Senador do PL opta por manter segurança do Senado e equipe contratada pelo partido
Flávio Bolsonaro rejeita escolta da Polícia Federal durante campanha presidencial (Foto: Adriano Machado/Reuters)
O senador Flávio Bolsonaro (PL-RJ), pré-candidato à Presidência da República, recusou a escolta oferecida pela Polícia Federal (PF) para reforçar sua segurança durante o período da campanha eleitoral. A informação foi publicada pelo jornal O Globo, em reportagem do blog da jornalista Malu Gaspar.
O parlamentar decidiu permanecer sob a proteção da Polícia Legislativa do Senado, responsável por sua segurança desde o início do atual mandato, em 2019, além de contar com seguranças contratados pelo Partido Liberal (PL).
De acordo com interlocutores de Flávio Bolsonaro ouvidos reservadamente pela reportagem, o senador não confia na atuação da Polícia Federal durante o processo eleitoral por considerar que a corporação estaria aparelhada pelo governo do presidente Luiz Inácio Lula da Silva.

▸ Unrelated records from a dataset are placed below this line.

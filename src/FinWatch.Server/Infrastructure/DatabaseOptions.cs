using System.ComponentModel.DataAnnotations;
using System.Globalization;
using Npgsql;

namespace FinWatch.Server.Infrastructure;

/// <summary>
/// Database settings (section "FinWatch:Database"). With none given, SQLite at db/finwatch.db is created and migrated;
/// with Provider "PostgreSql" and a connection string, the PostgreSQL database is migrated and shared by every instance.
/// </summary>
public sealed class DatabaseOptions : IValidatableObject
{
    public const string Section = "FinWatch:Database";
    public const string Sqlite = "Sqlite";
    public const string PostgreSql = "PostgreSql";

    /// <summary>"Sqlite" (the embedded default, one server) or "PostgreSql" (several instances, README Scale-out).</summary>
    [Required, RegularExpression("^(Sqlite|PostgreSql)$", ErrorMessage = "the provider is Sqlite or PostgreSql")]
    public string Provider { get; set; } = Sqlite;

    /// <summary>Path of the SQLite file; relative paths are anchored by <see cref="FinWatchPaths"/>.</summary>
    [Required]
    public string SqlitePath { get; set; } = "db/finwatch.db";

    /// <summary>
    /// A full connection string. SQLite: overrides <see cref="SqlitePath"/> when set. PostgreSQL: required
    /// (for example <c>Host=db;Database=finwatch;Username=finwatch;Password=…</c>).
    /// </summary>
    public string? ConnectionString { get; set; }

    /// <summary>
    /// PostgreSQL only: the planner's cost of a random page read for FinWatch's sessions, sent as a start-up option
    /// (so it outlives the pool's session reset and touches no other application on the server). PostgreSQL's default
    /// of 4 assumes spinning disks and makes the planner read a week of one series by bitmap scan and sort (25–36 ms on
    /// the 10-million-row benchmark) where the index already gives the order (6–18 ms); the PostgreSQL manual
    /// (runtime-config-query, random_page_cost) suggests about 1.1 for solid-state storage or data mostly in cache.
    /// Empty leaves the server's own setting; a value in the connection string's Options wins.
    /// </summary>
    [Range(0.1, 100, ErrorMessage = "the random page cost is 0.1 to 100")]
    public double? PostgresRandomPageCost { get; set; } = 1.1;

    public bool IsPostgreSql => Provider == PostgreSql;

    /// <summary>The PostgreSQL connection string FinWatch opens: <see cref="ConnectionString"/> with the planner option.</summary>
    public string PostgresConnectionString() => WithPlannerOptions(ConnectionString!, PostgresRandomPageCost);

    /// <summary>Adds <c>-c random_page_cost=…</c> to the connection's Options unless they already set it.</summary>
    public static string WithPlannerOptions(string connectionString, double? randomPageCost)
    {
        var builder = new NpgsqlConnectionStringBuilder(connectionString);
        if (randomPageCost is { } cost && builder.Options?.Contains("random_page_cost", StringComparison.Ordinal) != true)
        {
            builder.Options = string.Create(CultureInfo.InvariantCulture, $"{builder.Options} -c random_page_cost={cost}").Trim();
        }

        return builder.ToString();
    }

    public IEnumerable<ValidationResult> Validate(ValidationContext validationContext)
    {
        if (IsPostgreSql && string.IsNullOrWhiteSpace(ConnectionString))
        {
            yield return new ValidationResult("the PostgreSql provider needs FinWatch:Database:ConnectionString", [nameof(ConnectionString)]);
        }
        else if (IsPostgreSql && ParseError(ConnectionString!) is { } error)
        {
            yield return new ValidationResult($"FinWatch:Database:ConnectionString is not a PostgreSQL connection string: {error}", [nameof(ConnectionString)]);
        }
    }

    private static string? ParseError(string connectionString)
    {
        try
        {
            _ = new NpgsqlConnectionStringBuilder(connectionString);
            return null;
        }
        catch (ArgumentException e)
        {
            return e.Message;
        }
    }
}
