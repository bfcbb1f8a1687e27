namespace FinWatch.Server.Infrastructure;

/// <summary>A measurement batch that ingest has committed: the hand-over from storing to evaluating.</summary>
/// <param name="BatchId">The batch's number; batches commit in number order.</param>
/// <param name="Source">Where it came from (api-json, api-csv, inbox, demo).</param>
public sealed record StoredBatch(long BatchId, string Source);

/// <summary>
/// Hears of every batch ingest commits, in commit order, before ingest answers the sender: so when a tool's upload
/// returns, its points are judged and pushed. Ingest knows only this interface; the monitor is the listener.
/// </summary>
public interface IBatchStoredListener
{
    Task BatchStoredAsync(StoredBatch batch, CancellationToken cancellationToken);
}
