using System.Data.Common;
using Microsoft.EntityFrameworkCore.Diagnostics;

namespace FinWatch.Data;

/// <summary>
/// Per-connection SQLite settings (shared/RECIPES.md): wait for a busy writer instead of failing at once,
/// enforce foreign keys, and use synchronous=NORMAL, which is durable in WAL mode across process crashes.
/// </summary>
public sealed class SqliteConnectionSetup : DbConnectionInterceptor
{
    public const string Pragmas = "PRAGMA busy_timeout=10000; PRAGMA foreign_keys=ON; PRAGMA synchronous=NORMAL;";

    public override void ConnectionOpened(DbConnection connection, ConnectionEndEventData eventData) => Apply(connection);

    public override async Task ConnectionOpenedAsync(DbConnection connection, ConnectionEndEventData eventData, CancellationToken cancellationToken = default)
    {
        using var cmd = connection.CreateCommand();
        cmd.CommandText = Pragmas;
        await cmd.ExecuteNonQueryAsync(cancellationToken);
    }

    private static void Apply(DbConnection connection)
    {
        using var cmd = connection.CreateCommand();
        cmd.CommandText = Pragmas;
        cmd.ExecuteNonQuery();
    }
}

Um aliado do parlamentar, que falou sob condição de anonimato, resumiu a decisão da seguinte forma: "Flávio não se sente à vontade com a PF. Ele se sente seguro com a que já tem, oferecida pelo Senado."
Entre as preocupações do entorno do senador está a possibilidade de vazamento de agendas, estratégias de campanha e conversas privadas durante uma disputa presidencial que deve ser novamente marcada pela polarização política.
◎ Caso Master amplia desconfiança
Integrantes do núcleo político de Flávio Bolsonaro passaram a demonstrar maior desconfiança após o surgimento de conversas nas quais o senador cobrava recursos do banqueiro Daniel Vorcaro para o financiamento do filme "Dark Horse".
O episódio teve impacto na campanha do pré-candidato e interrompeu um movimento de crescimento nas pesquisas de intenção de voto. Os levantamentos mais recentes indicaram estabilidade nas intenções de voto, cenário interpretado pelo grupo como um sinal de que os efeitos políticos do episódio envolvendo "Dark Horse" teriam sido contidos.
◎ Investigações seguem no STF
Após uma série de reportagens do Intercept Brasil, Flávio Bolsonaro reconheceu ter captado R$ 61 milhões de Daniel Vorcaro. Os recursos foram pagos por uma empresa ligada ao ecossistema do Banco Master para um fundo administrado pelo advogado de imigração do ex-deputado federal Eduardo Bolsonaro (PL-SP).
Ainda de acordo com a publicação, havia um pedido para que a investigação permanecesse vinculada ao ministro Alexandre de Moraes, em razão de outro inquérito envolvendo Eduardo Bolsonaro. No entanto, a tendência apontada pela reportagem é que o caso permaneça sob a relatoria do ministro André Mendonça, responsável pelas investigações relacionadas ao Banco Master.
◎ Declarações de Eduardo Bolsonaro ampliaram debate sobre segurança
A decisão de Flávio Bolsonaro de rejeitar a escolta da Polícia Federal ocorre após declarações do deputado federal licenciado Eduardo Bolsonaro (PL-SP), que afirmou que o senador pode se tornar alvo de um atentado durante o período eleitoral.
Em vídeo gravado nos Estados Unidos, Eduardo saiu em defesa do irmão após as revelações envolvendo o banqueiro Daniel Vorcaro e criticou as reportagens sobre o caso. Na gravação, o parlamentar também fez um alerta sobre a segurança de Flávio.
Segundo Eduardo Bolsonaro, "cada vez mais vai valer a pena assassinar Flávio". Ao justificar a afirmação, ele comparou a situação do senador a episódios de violência envolvendo lideranças políticas de direita nas Américas, citando o assassinato do candidato equatoriano Fernando Villavicencio, o atentado contra o senador colombiano Miguel Uribe Turbay, a suposta facada sofrida por Jair Bolsonaro durante a campanha presidencial de 2018 e o atentado a tiros contra o atual presidente dos Estados Unidos, Donald Trump.
◎ Polícia Federal afirmou atuar com neutralidade
No mês anterior, a Polícia Federal apresentou, em reunião realizada em Brasília com representantes de partidos políticos, o planejamento para a segurança dos candidatos à Presidência da República. Na ocasião, segundo a reportagem, a PF afirmou que o trabalho será pautado pela "neutralidade político-partidária" e pela "preservação da integridade física" dos presidenciáveis.